Какая воспитанная у меня фея-обманщица.
— Ты спасать будешь, крышеспасательница? — киваю ей снизу вверх. Будто она — один из пацанов у меня на ковре.
Только затылок мне выжигает волна тремора, со спины поднявшаяся. Хочу еще нежный голос услышать. Пусть только посмеет молчать.
— Нет, — коротко отвечает она и во двор идет. Как хозяйка, без бэ. Просто смотрит она, ага.
Соплю ей в голову, только без натиска, потому что стопорюсь намеренно.
Делает вид, что меня здесь нет, когда неказистый двор разглядывает, но ножка подрагивает. Еще трогает браслет на руке. Что за цацка?

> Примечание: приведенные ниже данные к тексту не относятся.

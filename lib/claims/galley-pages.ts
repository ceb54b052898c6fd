/** Lines of one page of a galley: claims, and one line for a problem that has none. */
export const LINES_PER_PAGE = 60;

/** A stretch of one problem on a page: its claims from `from` up to `to`. */
export type Stretch = { problemId: string; from: number; to: number };

/**
 * Divides a chapter into pages, a problem kept whole where it fits on one page; a longer one goes on over the next.
 * There is always at least one page.
 */
export function galleyPages(
  problems: readonly { id: string; claims: number }[],
  linesPerPage: number = LINES_PER_PAGE,
): Stretch[][] {
  const pages: Stretch[][] = [];
  let page: Stretch[] = [];
  let used = 0;
  const turn = () => {
    if (page.length > 0) pages.push(page);
    page = [];
    used = 0;
  };
  for (const { id, claims } of problems) {
    const height = Math.max(1, claims);
    if (used > 0 && used + height > linesPerPage) turn();
    for (let from = 0; from === 0 || from < claims; from += linesPerPage) {
      const to = Math.min(claims, from + linesPerPage);
      page.push({ problemId: id, from, to });
      used += Math.max(1, to - from);
      if (used >= linesPerPage) turn();
    }
  }
  turn();
  return pages.length > 0 ? pages : [[]];
}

— Хочешь внутри глянуть, принцесса?
Смотрит на меня. Сердито, но теперь пылко. Господи, я с ума схожу. И сойду. Она — секунда за секундой — мою голову нежной рукой под воду опускает. И сейчас удерживать там на глубине, черной от беспросветности, начнет.
И я не выплыву.
— Взламывать — это уже за гранью. Я сама завтра все и так увижу.
— А у меня ключи есть.
Связку достаю. Теперь ключи болтаются, вниз свисая с моего большого пальца. Она на них взгляд переводит. Сейчас быстро догадается, проницательная боевая фея.

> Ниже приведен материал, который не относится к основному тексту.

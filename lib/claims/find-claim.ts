import type { Transaction } from "sequelize";
import { gate, visibleChapters, type Access } from "@/lib/auth/gate";
import type { SessionUser } from "@/lib/auth/user";
import { AppError, notFound } from "@/lib/errors";
import { isId } from "@/lib/ids";
import { Claim, User } from "@/models";

/**
 * A claim that this person may see.
 * @throws AppError not_found: no member, not their chapter, a claim of another work
 */
export async function findClaim(
  workId: string,
  claimId: string,
  user: SessionUser,
): Promise<{ claim: Claim; access: Access }> {
  const access = await gate(user, "chapter.read", workId);
  if (!isId(claimId)) throw notFound();
  const claim = await Claim.findOne({ where: { id: claimId, workId, ...visibleChapters(access) } });
  if (!claim) throw notFound();
  return { claim, access };
}

/**
 * Locks a claim for a change and asks the gate once more, as it is now.
 * @throws AppError not_found, forbidden
 */
export async function lockClaim(
  workId: string,
  claimId: string,
  user: SessionUser,
  transaction: Transaction,
): Promise<{ claim: Claim; access: Access }> {
  const claim = await Claim.findOne({
    where: { id: claimId, workId },
    lock: transaction.LOCK.UPDATE,
    transaction,
  });
  if (!claim) throw notFound();
  const access = await gate(user, "claim.edit", workId, { chapterId: claim.chapterId }, transaction);
  return { claim, access };
}

/** What stands in the store now, for somebody whose own text is still in their form. */
export type StoredClaim = {
  version: number;
  ref: string;
  quantity: string;
  claimed: string;
  note: string | null;
  page: string | null;
  withdrawn: boolean;
  by: string;
  at: string;
};

/** The failure that says: somebody was quicker. It carries what they saved; nothing of the person's text is touched. */
export async function staleClaim(claim: Claim, transaction: Transaction): Promise<AppError> {
  const by = await User.findByPk(claim.claimantId, { attributes: ["name"], transaction });
  const stored: StoredClaim = {
    version: claim.version,
    ref: claim.ref,
    quantity: claim.quantity,
    claimed: claim.claimed,
    note: claim.note,
    page: claim.page,
    withdrawn: claim.withdrawnAt !== null,
    by: by?.name ?? "somebody",
    at: claim.updatedAt.toISOString(),
  };
  return new AppError(
    "conflict",
    `${claim.ref} was changed while you were looking at it. Your text is kept here; beside it stands what is stored now.`,
    { details: { stored } },
  );
}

А потом разворачивается и размашистым шагом двор намеревается покинуть.
— Да, Алиса, теперь мое оно. Здание! Так какие площади вам понадобятся?
Она головой поводит, будто отряхивается от чего-то. Мне смешно становится. Видимо, от оборвыша в виде моей персоны отряхивается.
А потом волнорезом злости я сам себя на куски растаскиваю. И только та часть, что без царя в голове, живой ощущается. Надеюсь, сдохло все остальное.
Но они твари живучие, и агонизируют там как-то. Какими-то надеждами, мечтами, херней сплошной.
До щипящей болью ярости агонизируют. Так огнестрелы плоть надкусывают, когда влетают в тушку.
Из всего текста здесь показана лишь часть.